Search the entries for the word "after". Copy each line in which it is found.

#### GIVEN DATA

/// Parse EPW text (already read); `path` is used in messages only.
pub fn parse_epw(path: &Path, text: &str, opts: &ReadOptions) -> Result<WeatherSeries, InputError> {
    let text = text.strip_prefix('\u{feff}').unwrap_or(text);
    let perr = |line: Option<u64>, message: String| parse_err(path, line, message);
    if let Some(y) = opts.year {
        series::check_typical_year(path, y)?;
    }
    let mut lines = text.lines().enumerate().map(|(i, l)| (i as u64 + 1, l));
    let header = parse_header(path, &mut lines)?;
    let offset = header.offset;
    let mut warnings = Vec::new();
    // The data period, checked row by row: the first row opens it, the row at the end date's hour 24 closes it.
    let mut period_end_line: Option<u64> = None;
    let mut last_row: Option<(u64, u32, u32, u32)> = None;
    let mut rows = Vec::with_capacity(8784);
    let mut prev_year: Option<(u64, i32, u32, u32)> = None;
    let mut has_rain = false;
    let mut has_wind = false;
    let mut f: Vec<&str> = Vec::with_capacity(EPW_FIELDS + 1);
    for (line, l) in lines {
        if l.trim().is_empty() {
            continue;
        }
        f.clear();
        // Byte-level split: much cheaper than `str::split` per short field; cutting UTF-8 at an ASCII comma keeps
        // every piece valid UTF-8.
        f.extend(
            l.as_bytes()
                .split(|&b| b == b',')
                .map(|p| std::str::from_utf8(p).expect("split at an ASCII byte")),
        );
        if f.len() == 1 && l.contains(';') {
            return Err(perr(Some(line), format!("data row {SEMICOLONS}")));
        }
        if f.len() != EPW_FIELDS {
            return Err(perr(
                Some(line),
                format!(
                    "expected {EPW_FIELDS} fields in an EPW data row, found {}",
                    f.len()
                ),
            ));
        }
        let int = |i: usize, name: &str, lo: f64, hi: f64| -> Result<u32, InputError> {
            let x = number(path, line, name, f[i], (lo, hi), "")?;
            if x.fract() != 0.0 {
                return Err(InputError::Field {
                    path: path.to_path_buf(),
                    line,
                    field: name.into(),
                    value: f[i].into(),
                    expected: "must be a whole number".into(),
                });
            }
            Ok(x as u32)
        };
        let year_in_file = number(path, line, "year", f[field::YEAR], (1000.0, 9999.0), "")? as i32;
        let month = int(field::MONTH, "month", 1.0, 12.0)?;
        let day = int(field::DAY, "day", 1.0, 31.0)?;
        let hour = int(field::HOUR, "hour", 1.0, 24.0)?;
        let minute = int(field::MINUTE, "minute", 0.0, 60.0)?;
        let year = opts.year.unwrap_or(year_in_file);
        if opts.year.is_none() {
            if let Some((pl, py, pm, pd)) = prev_year {
                let new_year = pm == 12 && pd == 31 && month == 1 && day == 1;
                if py != year && !(new_year && year == py + 1) {
                    return Err(InputError::Field {
                        path: path.to_path_buf(),
                        line,
                        field: "year".into(),
                        value: f[field::YEAR].into(),
                        expected: format!(
                            "differs from the year on line {pl} ({py}): rows mix calendar years, as in a \
                             typical-year file; choose one year to place it in (--year)"
                        ),
                    });
                }
            }
            prev_year = Some((line, year, month, day));
        }
        let date = NaiveDate::from_ymd_opt(year, month, day).ok_or_else(|| InputError::Field {
            path: path.to_path_buf(),
            line,
            field: "day".into(),
            value: format!("{year}-{month:02}-{day:02}"),
            expected: "is not a calendar date".into(),
        })?;
        let row_year = opts.year.is_none().then_some(year_in_file);
        if let Some(end_line) = period_end_line {
            return Err(field_err(
                path,
                line,
                "date and hour",
                &format!("{month}/{day} hour {hour}"),
                &format!(
                    "comes after the end of the data period declared on line {EPW_HEADER_LINES} ({} hour 24, \
                     line {end_line})",
                    header.end
                ),
            ));
        }
        if last_row.is_none() {
            let first = FirstRow {
                line,
                year: row_year,
                month,
                day,
                hour,
                date,
            };
            check_period_start(path, &header, &first, &mut warnings)?;
        }
        if hour == 24 && header.end.matches(row_year, month, day) {
            period_end_line = Some(line);
        }
        last_row = Some((line, month, day, hour));
        // Minute 60 or 0 both mean the whole hour in hourly files; sub-hourly files are not supported.
        let _ = minute;
        // With a chosen year, the final 24:00 of 31 December falls on 1 January of the next (as pvlib's
        // coerce_year does).
        let time = local_time(offset, date, hour, 0).expect("fixed offsets have no gaps");
        let val = |i: usize,
                   name: &str,
                   miss: f64,
                   range: (f64, f64),
                   unit: &str|
         -> Result<f64, InputError> {
            let raw = series::parse_finite(path, line, name, f[i])?;
            if raw >= miss {
                Ok(f64::NAN)
            } else {
                series::check_in(path, line, name, f[i], raw, range, unit)
            }
        };
        let t_c = val(
            field::DRY_BULB,
            "dry bulb",
            missing::TEMPERATURE,
            series::T_RANGE_C,
            "°C",
        )?;
        let dew_c = val(
            field::DEW_POINT,
            "dew point",
            missing::TEMPERATURE,
            series::T_RANGE_C,
            "°C",
        )?;
        let rh_pct = val(
            field::RH,
            "relative humidity",
            missing::RH,
            (0.0, 100.0),
            "%",
        )?;
        let p_pa = val(
            field::PRESSURE,
            "station pressure",
            missing::PRESSURE,
            series::P_RANGE_PA,
            "Pa",
        )?;
        let wind_m_s = val(
            field::WIND_SPEED,
            "wind speed",
            missing::WIND_SPEED,
            series::WIND_RANGE_M_S,
            "m/s",
        )?;
        // Precipitation is often left blank in EPW files: blank = not recorded.
        let rain_mm = if f[field::PRECIP_DEPTH].trim().is_empty() {
            f64::NAN
        } else {
            val(
                field::PRECIP_DEPTH,
                "liquid precipitation depth",
                missing::PRECIP_DEPTH,
                series::RAIN_RANGE_MM,
                "mm",
            )?
        };
        has_rain |= !rain_mm.is_nan();
        has_wind |= !wind_m_s.is_nan();
        let rh = humidity_from(
            path,
            line,
            Humidity {
                t_c,
                rh_pct,
                dew_c,
                rh_field: Some("relative humidity"),
                dew_field: "dew point",
                dew_text: f[field::DEW_POINT],
            },
            &mut warnings,
        )?;
        rows.push(RawHour {
            line,
            time,
            t_c,
            rh,
            p_pa,
            rain_mm,
            wind_m_s,
            filled: false,
        });
    }
    let Some((last_line, m, d, h)) = last_row else {
        return Err(perr(None, "no data rows after the 8 header lines".into()));
    };
    if period_end_line.is_none() {
        return Err(perr(
            Some(last_line),
            format!(
                "file ends here ({m}/{d} hour {h}), before the end of the data period declared on line \
                 {EPW_HEADER_LINES} ({} hour 24)",
                header.end
            ),
        ));
    }
    let t_values: Vec<f64> = rows.iter().map(|r| r.t_c).collect();
    series::check_temperature_unit(path, rows[0].line, "dry bulb", &t_values, false)?;
    let site = Site {
        name: header.name,
        utc_offset: offset,
        elevation_m: Some(header.elevation_m),
    };
    Assembler {
        path,
        names: NAMES,
        rows,
        has_rain,
        has_wind,
        default_p_pa: None,
        warnings,
    }
    .finish(site, opts.max_gap_h)
}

########

* [TASK OUTPUT]
                    "comes after the end of the data period declared on line {EPW_HEADER_LINES} ({} hour 24, \
        return Err(perr(None, "no data rows after the 8 header lines".into()));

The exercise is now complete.